Callahan, Richard D. 2015. "Growing Up in Taiwan: Counterfactual Models of Part-Time Work, Romantic Relationships, and Crime among Taiwanese Youth." PhD Dissertation, Department of Sociology, University of Washington.
Committee Ross Matsueda (Chair), Peter D. Hoff (GSR), William Lavely, Gary Hamilton, Thomas R. Richardson (Statistics, University of Washington), Min Li (College of Education, University of Washington).

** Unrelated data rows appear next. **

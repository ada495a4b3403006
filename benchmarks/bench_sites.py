"""Many sites: throughput, the speed-up from one to two local workers, memory per worker, and a Dask
LocalCluster against the local pool.

Invented data (like every benchmark here): N sites sharing a region's weather (a two-state Markov
chain of regional events; each site has the event on 80% of regional event days and 5% of others),
10 years of daily history each, with a noisy skilful forecast. Two runs are timed, each with 1 and
2 local workers and on a two-worker Dask LocalCluster (one thread per worker process):

  (a) fixed costs: 200 sites x 10 years x 5,000 replicates x 101 cutoffs, the whole year priced;
  (b) operating rules: 50 sites, April to October, crews, a backlog and a deadline.

Timings are of ``simulator.run_history`` (the history is read once, beforehand), from the call to
the finished result, the start of the worker processes included. As ``simulator.run`` does while it
reads the history, the process that forks local workers is started (and loads gonogo) before the
timings; the Dask workers likewise load gonogo before they are timed, as on a cluster that is up. Peak memory: the largest resident set of any worker
process (sampled every 0.1 s with psutil), and of this process. Targets from issue 6: speed-up of at
least 1.8 from 1 to 2 workers, under 2 GB a worker, the cluster within 25% of the local pool.

    .venv/bin/python benchmarks/bench_sites.py                 # the issue's sizes: a few minutes
    .venv/bin/python benchmarks/bench_sites.py --sites 40 --rule-sites 10 --replicates 2000
"""

from __future__ import annotations

import argparse
import importlib
import os
import threading
import time

import numpy as np
import pandas as pd

from simulator import history_from_frame, run_history, scenario_from_text
from simulator.parallel import prepare

FIXED = """
name = "bench sites, fixed costs"
[history]
site_column = "site"
[costs]
hit = 300
false_alarm = 1800
miss = 2500
[decision]
cutoffs = [0.0, 1.0, {step}]
[simulation]
replicates = {replicates}
seed = 1
block_days = 5
"""

RULES = FIXED.replace('name = "bench sites, fixed costs"', 'name = "bench sites, operating rules"') + """
[season]
year = 2026
months = [4, 5, 6, 7, 8, 9, 10]
weekdays = ["mon", "tue", "wed", "thu", "fri", "sat"]
[operations]
crews = 3
crews_out_on = "not_acting"
spoiled_on = "event"
day_rate = 800
standby_rate = 400
spoilage_cost = 900
work = 300
deadline = 2026-09-25
damages_per_day_late = 3000
unfinished_cost = 2000
overtime_weekdays = ["sat"]
max_standby_days = 3
"""


def sites_frame(n_sites: int, years: int, seed: int = 1) -> pd.DataFrame:
    rng = np.random.default_rng(seed)
    dates = pd.date_range("2016-01-01", periods=round(365.25 * years), freq="D")
    n = dates.size
    u = rng.random(n)
    regional = np.zeros(n, dtype=bool)
    for t in range(1, n):
        regional[t] = u[t] < (0.7 if regional[t - 1] else 0.15)
    frames = []
    for k in range(n_sites):
        event = np.where(regional, rng.random(n) < 0.8, rng.random(n) < 0.05)
        p = np.clip(np.where(event, 0.6, 0.15) + 0.2 * rng.standard_normal(n), 0.0, 1.0)
        frames.append(pd.DataFrame({"date": dates.strftime("%Y-%m-%d"), "site": f"site {k:03d}",
                                    "probability": np.round(p, 2), "outcome": event.astype(int)}))
    return pd.concat(frames, ignore_index=True)


class PeakMemory:
    """Largest resident set of this process and of any of its descendants, sampled in a thread."""

    def __init__(self):
        import psutil

        self._me = psutil.Process()
        self.worker = 0
        self.main = 0
        self._stop = threading.Event()

    def __enter__(self):
        self._thread = threading.Thread(target=self._sample, daemon=True)
        self._thread.start()
        return self

    def _sample(self):
        import psutil

        while not self._stop.is_set():
            try:
                self.main = max(self.main, self._me.memory_info().rss)
                for child in self._me.children(recursive=True):
                    try:
                        self.worker = max(self.worker, child.memory_info().rss)
                    except psutil.Error:
                        pass
            except psutil.Error:
                pass
            self._stop.wait(0.1)

    def __exit__(self, *exc):
        self._stop.set()
        self._thread.join()


def timed(scenario, history, **where) -> tuple[float, PeakMemory]:
    with PeakMemory() as memory:
        start = time.perf_counter()
        run_history(scenario, history, **where)
        elapsed = time.perf_counter() - start
    return elapsed, memory


def bench(label: str, text: str, n_sites: int, years: int, cluster: bool) -> None:
    scenario = scenario_from_text(text)
    start = time.perf_counter()
    history = history_from_frame(sites_frame(n_sites, years), scenario, label="invented")
    loaded = time.perf_counter() - start
    n_occasions = None
    n_cutoffs = scenario.cutoffs.size
    replicates = scenario.simulation.replicates
    print(f"\n{label}: {n_sites} sites x {years} years daily ({history.n_rows:,} rows, read in "
          f"{loaded:.1f} s) x {replicates:,} replicates x {n_cutoffs} cutoffs")
    times = {}
    for workers in (1, 2):
        times[workers], memory = timed(scenario, history, workers=workers)
        if n_occasions is None:
            from simulator.resample import season_calendar

            n_occasions = season_calendar(history, scenario.season).n_occasions
            print(f"  season of {n_occasions} occasions; "
                  f"{'operating rules played day by day' if scenario.operations else 'fixed costs'}")
        priced = n_sites * replicates * n_cutoffs / times[workers]
        worker = f"{memory.worker / 2**20:,.0f} MB" if workers > 1 else "(no workers)"
        print(f"  {workers} local worker{'s' if workers > 1 else ' '}: {times[workers]:6.1f} s  "
              f"{priced / workers:12,.0f} site-season-cutoffs a second per core   "
              f"peak memory: worker {worker}, this process {memory.main / 2**20:,.0f} MB")
    print(f"  speed-up from 1 to 2 local workers: {times[1] / times[2]:.2f} (target at least 1.8)")
    if not cluster:
        return
    from distributed import Client, LocalCluster

    import dask

    # Dask's nanny starts its workers with MALLOC_TRIM_THRESHOLD_=65536, so that they hand memory
    # back to the system; glibc then maps and zeroes every large array afresh, which slows numpy
    # work with many large temporaries. Timed as Dask starts workers, and without that variable.
    # (unset first: once a nanny has started, this process keeps the variable for later workers)
    environ = dict(dask.config.get("distributed.nanny.pre-spawn-environ"))
    trimmed = environ.pop("MALLOC_TRIM_THRESHOLD_", None)
    os.environ.pop("MALLOC_TRIM_THRESHOLD_", None)
    for label, settings in (("MALLOC_TRIM_THRESHOLD_ unset", {"distributed.nanny.pre-spawn-environ": environ}),
                            (f"Dask's defaults (MALLOC_TRIM_THRESHOLD_={trimmed})", {})):
        with dask.config.set(settings), LocalCluster(n_workers=2, threads_per_worker=1, processes=True,
                                                     dashboard_address=None) as c:
            with Client(c.scheduler_address) as client:
                client.run(importlib.import_module, "simulator.run")  # a cluster that is up has loaded it
                trim = set(client.run(os.environ.get, "MALLOC_TRIM_THRESHOLD_").values())
            elapsed, memory = timed(scenario, history, cluster=c.scheduler_address)
        label += f" [workers see {', '.join(map(str, sorted(trim, key=str)))}]"
        print(f"  Dask LocalCluster, 2 workers, {label}: {elapsed:6.1f} s, {elapsed / times[2]:.2f} x the "
              f"local pool (target at most 1.25); peak memory: worker {memory.worker / 2**20:,.0f} MB")


def main() -> None:
    parser = argparse.ArgumentParser(description=__doc__.split("\n\n")[0])
    parser.add_argument("--sites", type=int, default=200, help="sites with fixed costs (default 200)")
    parser.add_argument("--rule-sites", type=int, default=50, help="sites with operating rules (default 50; 0 skips)")
    parser.add_argument("--years", type=int, default=10, help="years of daily history (default 10)")
    parser.add_argument("--replicates", type=int, default=5000, help="replicate seasons (default 5000)")
    parser.add_argument("--cutoff-step", type=float, default=0.01, help="cutoff step (default 0.01: 101 cutoffs)")
    parser.add_argument("--no-cluster", action="store_true", help="skip the Dask LocalCluster runs")
    args = parser.parse_args()
    print(f"bench_sites: {os.cpu_count()} cores seen; numpy {np.__version__}")
    prepare(workers=2)  # as simulator.run does before it reads the history
    fill = {"replicates": args.replicates, "step": args.cutoff_step}
    if args.sites:
        bench("(a) fixed costs", FIXED.format(**fill), args.sites, args.years, not args.no_cluster)
    if args.rule_sites:
        bench("(b) operating rules", RULES.format(**fill), args.rule_sites, args.years, not args.no_cluster)


if __name__ == "__main__":
    main()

Using marginal structural models for counterfactual inference and Bayesian Item Response Theory (IRT) models, this dissertation investigates the effect of two turning points in the life course, work and marriage, on deviance for Taiwanese youth between the ages of 15 and 26. The research draws on the Taiwan Youth Project (TYP) survey, a longitudinal study of youth in Taiwan that presents challenges for the analysis of crime because the survey items that measure deviance change with each wave. The dissertation overcomes this problem through a novel application of Bayesian IRT models to the measurement of crime. For the first time in criminology research, vertical scaling methods from the field of educational assessment are used to place latent IRT measures of deviance from different waves onto a common scale, allowing for the analysis of within-individual change in delinquency. A Bayesian approach is both necessary given the large numbers of respondents each wave reporting zero deviant acts (a situation that leads to violations of frequentist IRT model assumptions in the case of the TYP data), and also makes possible a new approach for minimizing measurement error during vertical scaling using Dijkstra’s algorithm. Substantively, work among Taiwanese youth of high school and college age causes an increase in deviance, while variability in work intensity and extensity does not explain variability in deviance. The findings also reinforce the importance of social control in Chinese culture: youth with low parental monitoring experience a strong, positive, causal effect of work on deviance, while for those with high parental monitoring, getting a part-time job does not cause any appreciable change in delinquency. Concerning romantic relationships, the intent to marry (either in general or one’s dating partner) has a spurious association with deviance. Limitations of the available data restrict analyses of the impact of marriage on desistence to an analysis of smoking, and while Taiwanese who are married tend to not smoke, getting married does not actually cause people to quit. Overall, the findings suggest that for Taiwanese youth, school and family bonds affect both the timing of work and marriage and their subsequent effect on deviance.